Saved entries
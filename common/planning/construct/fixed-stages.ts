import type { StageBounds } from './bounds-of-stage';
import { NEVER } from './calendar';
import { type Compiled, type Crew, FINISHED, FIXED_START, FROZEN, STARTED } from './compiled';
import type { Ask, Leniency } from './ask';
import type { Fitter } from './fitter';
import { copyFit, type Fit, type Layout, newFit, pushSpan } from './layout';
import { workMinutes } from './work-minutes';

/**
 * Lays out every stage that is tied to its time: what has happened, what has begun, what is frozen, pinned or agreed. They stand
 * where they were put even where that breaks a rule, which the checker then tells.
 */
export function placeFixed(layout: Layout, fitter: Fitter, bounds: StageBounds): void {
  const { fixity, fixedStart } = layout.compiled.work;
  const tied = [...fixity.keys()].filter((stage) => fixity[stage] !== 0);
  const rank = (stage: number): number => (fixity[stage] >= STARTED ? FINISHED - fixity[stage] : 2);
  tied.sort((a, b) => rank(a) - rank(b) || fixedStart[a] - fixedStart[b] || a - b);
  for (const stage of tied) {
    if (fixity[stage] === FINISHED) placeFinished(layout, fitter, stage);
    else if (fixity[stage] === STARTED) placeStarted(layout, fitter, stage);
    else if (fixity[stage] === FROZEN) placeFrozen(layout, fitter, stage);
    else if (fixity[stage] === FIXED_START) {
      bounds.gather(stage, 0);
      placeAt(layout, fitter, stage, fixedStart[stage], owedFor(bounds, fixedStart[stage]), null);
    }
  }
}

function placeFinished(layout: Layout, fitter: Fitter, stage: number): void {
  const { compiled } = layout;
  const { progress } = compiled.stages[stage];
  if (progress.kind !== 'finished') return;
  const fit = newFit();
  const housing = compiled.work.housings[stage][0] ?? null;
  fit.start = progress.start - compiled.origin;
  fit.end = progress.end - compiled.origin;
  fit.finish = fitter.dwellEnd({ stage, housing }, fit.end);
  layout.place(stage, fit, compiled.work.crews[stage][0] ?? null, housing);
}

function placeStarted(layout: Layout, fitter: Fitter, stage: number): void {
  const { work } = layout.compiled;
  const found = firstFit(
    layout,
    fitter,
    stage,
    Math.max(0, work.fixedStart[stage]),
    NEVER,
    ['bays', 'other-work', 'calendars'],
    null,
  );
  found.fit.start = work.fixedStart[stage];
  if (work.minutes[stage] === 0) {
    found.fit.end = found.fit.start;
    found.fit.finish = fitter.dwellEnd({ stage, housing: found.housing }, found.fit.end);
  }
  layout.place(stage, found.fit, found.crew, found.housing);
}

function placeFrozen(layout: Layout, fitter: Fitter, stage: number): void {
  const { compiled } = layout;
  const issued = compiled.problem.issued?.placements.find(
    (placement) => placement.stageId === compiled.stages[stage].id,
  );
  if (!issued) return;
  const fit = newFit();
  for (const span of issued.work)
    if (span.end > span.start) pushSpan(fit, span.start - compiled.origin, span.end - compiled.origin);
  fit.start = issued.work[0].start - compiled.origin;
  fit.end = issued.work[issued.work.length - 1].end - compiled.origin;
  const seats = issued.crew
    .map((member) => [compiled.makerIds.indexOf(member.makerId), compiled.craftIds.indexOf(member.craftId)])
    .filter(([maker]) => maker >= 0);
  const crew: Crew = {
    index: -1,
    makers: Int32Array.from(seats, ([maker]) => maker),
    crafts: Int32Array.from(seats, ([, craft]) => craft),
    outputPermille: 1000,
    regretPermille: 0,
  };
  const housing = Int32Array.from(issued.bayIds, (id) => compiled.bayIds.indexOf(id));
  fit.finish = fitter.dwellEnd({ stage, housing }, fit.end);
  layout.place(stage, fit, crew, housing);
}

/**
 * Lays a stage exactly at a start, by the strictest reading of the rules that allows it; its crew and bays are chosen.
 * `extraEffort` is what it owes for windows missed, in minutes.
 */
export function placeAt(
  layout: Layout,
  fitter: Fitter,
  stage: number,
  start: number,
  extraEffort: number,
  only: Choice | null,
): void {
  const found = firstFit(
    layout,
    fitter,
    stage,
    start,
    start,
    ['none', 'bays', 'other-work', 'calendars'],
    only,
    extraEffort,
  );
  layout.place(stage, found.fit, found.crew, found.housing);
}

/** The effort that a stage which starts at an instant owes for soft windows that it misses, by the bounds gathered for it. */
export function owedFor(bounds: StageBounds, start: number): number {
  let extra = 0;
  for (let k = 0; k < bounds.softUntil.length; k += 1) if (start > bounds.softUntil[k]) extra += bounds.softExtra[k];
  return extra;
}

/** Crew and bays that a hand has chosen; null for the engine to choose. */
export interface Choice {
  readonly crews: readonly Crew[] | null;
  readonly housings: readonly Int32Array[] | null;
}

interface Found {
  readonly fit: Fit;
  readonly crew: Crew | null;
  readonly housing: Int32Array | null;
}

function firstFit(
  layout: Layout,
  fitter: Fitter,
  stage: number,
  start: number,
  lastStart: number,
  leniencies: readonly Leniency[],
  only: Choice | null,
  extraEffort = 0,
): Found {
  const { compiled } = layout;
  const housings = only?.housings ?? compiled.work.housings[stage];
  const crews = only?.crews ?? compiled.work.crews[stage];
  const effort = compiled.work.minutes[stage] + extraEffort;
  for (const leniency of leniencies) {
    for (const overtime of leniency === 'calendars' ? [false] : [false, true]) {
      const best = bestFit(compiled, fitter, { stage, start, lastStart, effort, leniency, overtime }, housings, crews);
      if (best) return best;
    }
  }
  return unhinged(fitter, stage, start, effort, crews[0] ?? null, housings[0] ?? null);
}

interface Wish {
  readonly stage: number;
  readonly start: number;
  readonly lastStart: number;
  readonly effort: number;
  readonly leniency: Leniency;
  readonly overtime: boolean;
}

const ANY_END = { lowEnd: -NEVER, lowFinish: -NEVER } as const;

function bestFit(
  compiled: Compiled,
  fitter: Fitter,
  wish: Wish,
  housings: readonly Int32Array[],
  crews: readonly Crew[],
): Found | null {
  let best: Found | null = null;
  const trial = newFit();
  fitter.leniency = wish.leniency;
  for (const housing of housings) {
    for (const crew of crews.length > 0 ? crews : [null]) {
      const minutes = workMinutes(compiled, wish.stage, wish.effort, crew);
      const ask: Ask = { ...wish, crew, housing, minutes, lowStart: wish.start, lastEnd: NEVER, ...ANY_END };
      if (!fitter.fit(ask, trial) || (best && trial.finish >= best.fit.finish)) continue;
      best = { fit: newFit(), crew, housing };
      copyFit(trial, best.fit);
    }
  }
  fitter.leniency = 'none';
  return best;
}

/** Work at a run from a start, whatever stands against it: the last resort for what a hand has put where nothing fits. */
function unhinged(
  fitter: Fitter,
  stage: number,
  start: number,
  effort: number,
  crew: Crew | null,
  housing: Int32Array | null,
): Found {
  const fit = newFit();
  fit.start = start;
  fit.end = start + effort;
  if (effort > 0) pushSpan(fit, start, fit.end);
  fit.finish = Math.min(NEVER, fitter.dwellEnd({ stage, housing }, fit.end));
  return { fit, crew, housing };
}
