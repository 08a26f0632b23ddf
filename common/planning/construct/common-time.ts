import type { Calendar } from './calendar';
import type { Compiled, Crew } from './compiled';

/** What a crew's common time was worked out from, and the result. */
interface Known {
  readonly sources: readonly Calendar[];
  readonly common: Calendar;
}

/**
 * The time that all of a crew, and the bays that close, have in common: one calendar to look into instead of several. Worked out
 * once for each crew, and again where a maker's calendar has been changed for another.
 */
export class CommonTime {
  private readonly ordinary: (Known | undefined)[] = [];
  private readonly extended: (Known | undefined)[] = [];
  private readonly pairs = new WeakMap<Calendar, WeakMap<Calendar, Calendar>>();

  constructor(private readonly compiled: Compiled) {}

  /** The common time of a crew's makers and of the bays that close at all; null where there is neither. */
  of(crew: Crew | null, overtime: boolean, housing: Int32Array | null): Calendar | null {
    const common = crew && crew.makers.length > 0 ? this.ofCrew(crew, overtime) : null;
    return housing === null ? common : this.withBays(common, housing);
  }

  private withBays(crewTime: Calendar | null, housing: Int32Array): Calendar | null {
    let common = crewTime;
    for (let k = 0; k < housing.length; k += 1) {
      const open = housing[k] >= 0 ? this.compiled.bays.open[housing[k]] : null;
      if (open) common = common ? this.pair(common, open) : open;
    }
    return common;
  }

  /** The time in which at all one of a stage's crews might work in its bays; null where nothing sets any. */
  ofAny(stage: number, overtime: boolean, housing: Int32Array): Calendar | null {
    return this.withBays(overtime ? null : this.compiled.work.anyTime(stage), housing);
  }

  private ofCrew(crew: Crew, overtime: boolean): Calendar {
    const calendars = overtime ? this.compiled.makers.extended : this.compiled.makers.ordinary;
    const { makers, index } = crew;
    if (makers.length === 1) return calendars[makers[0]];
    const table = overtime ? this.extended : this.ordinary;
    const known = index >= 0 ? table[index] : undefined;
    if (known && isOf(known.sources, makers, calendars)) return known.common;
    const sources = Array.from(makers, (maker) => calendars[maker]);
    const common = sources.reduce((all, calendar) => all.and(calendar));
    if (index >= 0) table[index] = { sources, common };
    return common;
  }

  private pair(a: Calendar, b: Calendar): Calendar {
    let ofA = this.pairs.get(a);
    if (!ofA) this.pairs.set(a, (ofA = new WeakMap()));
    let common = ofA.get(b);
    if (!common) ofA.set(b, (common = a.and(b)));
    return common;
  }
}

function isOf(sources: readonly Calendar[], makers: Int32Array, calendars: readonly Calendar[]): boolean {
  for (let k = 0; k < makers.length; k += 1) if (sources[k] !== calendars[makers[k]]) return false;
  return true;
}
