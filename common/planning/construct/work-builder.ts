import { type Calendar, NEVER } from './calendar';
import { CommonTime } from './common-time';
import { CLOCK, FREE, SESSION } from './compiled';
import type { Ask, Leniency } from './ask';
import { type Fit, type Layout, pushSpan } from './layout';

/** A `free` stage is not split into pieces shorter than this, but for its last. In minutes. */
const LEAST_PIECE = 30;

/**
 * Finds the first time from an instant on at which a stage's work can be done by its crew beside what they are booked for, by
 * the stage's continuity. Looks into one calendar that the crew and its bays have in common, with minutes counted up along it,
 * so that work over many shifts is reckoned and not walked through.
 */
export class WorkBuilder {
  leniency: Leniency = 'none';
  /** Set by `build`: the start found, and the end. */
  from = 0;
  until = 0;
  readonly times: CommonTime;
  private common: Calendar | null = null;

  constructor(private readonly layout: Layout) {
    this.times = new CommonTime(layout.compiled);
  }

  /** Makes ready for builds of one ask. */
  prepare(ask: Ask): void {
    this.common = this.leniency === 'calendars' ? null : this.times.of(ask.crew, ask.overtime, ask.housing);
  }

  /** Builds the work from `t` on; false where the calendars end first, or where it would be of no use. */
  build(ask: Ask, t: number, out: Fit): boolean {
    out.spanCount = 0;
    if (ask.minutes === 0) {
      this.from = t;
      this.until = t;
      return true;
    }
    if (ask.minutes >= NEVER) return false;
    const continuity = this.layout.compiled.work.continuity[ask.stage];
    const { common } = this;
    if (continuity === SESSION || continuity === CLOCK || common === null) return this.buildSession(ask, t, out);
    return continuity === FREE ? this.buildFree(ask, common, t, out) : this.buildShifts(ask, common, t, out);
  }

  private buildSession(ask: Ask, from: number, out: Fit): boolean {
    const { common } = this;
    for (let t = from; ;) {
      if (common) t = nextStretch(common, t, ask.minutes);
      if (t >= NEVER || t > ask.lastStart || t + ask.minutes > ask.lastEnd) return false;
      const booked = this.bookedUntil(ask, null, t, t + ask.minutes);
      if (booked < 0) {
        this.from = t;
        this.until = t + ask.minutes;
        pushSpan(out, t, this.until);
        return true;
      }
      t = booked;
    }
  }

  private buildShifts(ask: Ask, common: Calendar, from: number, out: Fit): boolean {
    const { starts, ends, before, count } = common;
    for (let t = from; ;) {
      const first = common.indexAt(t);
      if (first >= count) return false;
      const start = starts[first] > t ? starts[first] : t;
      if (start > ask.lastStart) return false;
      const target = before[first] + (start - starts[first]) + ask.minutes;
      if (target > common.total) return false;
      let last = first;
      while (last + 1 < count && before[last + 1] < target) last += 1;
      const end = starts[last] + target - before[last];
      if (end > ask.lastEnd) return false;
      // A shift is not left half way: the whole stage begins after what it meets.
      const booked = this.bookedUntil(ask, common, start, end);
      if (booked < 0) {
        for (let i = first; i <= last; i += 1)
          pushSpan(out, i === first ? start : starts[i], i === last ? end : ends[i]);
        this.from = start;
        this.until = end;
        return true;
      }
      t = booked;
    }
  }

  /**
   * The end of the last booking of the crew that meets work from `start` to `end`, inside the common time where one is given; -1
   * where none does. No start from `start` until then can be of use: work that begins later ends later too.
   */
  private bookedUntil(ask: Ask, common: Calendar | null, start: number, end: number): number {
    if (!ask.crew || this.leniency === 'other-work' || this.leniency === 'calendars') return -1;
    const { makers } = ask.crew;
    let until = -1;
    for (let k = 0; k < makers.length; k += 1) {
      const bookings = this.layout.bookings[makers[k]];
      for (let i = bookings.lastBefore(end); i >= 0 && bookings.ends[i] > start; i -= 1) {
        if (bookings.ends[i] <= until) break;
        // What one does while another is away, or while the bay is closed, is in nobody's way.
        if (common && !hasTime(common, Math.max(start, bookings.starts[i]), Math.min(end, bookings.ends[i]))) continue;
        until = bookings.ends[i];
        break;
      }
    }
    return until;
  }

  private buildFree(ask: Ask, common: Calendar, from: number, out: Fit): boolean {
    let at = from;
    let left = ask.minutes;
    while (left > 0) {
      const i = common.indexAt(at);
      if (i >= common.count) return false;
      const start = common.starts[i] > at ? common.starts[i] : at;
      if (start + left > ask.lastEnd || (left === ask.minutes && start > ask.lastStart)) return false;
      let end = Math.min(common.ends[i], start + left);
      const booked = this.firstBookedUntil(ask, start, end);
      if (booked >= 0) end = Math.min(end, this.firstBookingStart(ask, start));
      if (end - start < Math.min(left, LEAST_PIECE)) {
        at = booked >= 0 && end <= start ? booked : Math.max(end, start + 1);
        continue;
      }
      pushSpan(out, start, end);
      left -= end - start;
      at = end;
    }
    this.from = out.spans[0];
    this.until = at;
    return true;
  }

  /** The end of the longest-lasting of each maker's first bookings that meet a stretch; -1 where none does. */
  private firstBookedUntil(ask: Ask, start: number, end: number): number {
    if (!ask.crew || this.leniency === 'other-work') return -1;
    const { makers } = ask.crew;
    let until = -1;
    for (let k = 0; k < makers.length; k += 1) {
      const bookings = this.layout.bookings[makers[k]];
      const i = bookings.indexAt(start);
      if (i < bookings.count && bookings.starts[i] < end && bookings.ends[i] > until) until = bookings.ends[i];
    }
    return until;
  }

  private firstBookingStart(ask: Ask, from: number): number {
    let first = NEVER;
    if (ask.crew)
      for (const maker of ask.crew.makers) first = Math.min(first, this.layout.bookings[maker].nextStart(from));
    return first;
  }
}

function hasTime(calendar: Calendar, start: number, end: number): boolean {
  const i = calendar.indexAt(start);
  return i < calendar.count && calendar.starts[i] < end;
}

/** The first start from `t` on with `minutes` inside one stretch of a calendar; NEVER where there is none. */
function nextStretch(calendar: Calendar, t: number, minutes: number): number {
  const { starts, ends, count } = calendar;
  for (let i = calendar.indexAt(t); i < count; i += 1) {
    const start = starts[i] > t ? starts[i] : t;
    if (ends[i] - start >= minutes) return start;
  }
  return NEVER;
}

TASK TO COMPLETE. Count the lines of the data that hold the word "while". Report the count and nothing more.

REPLY. 3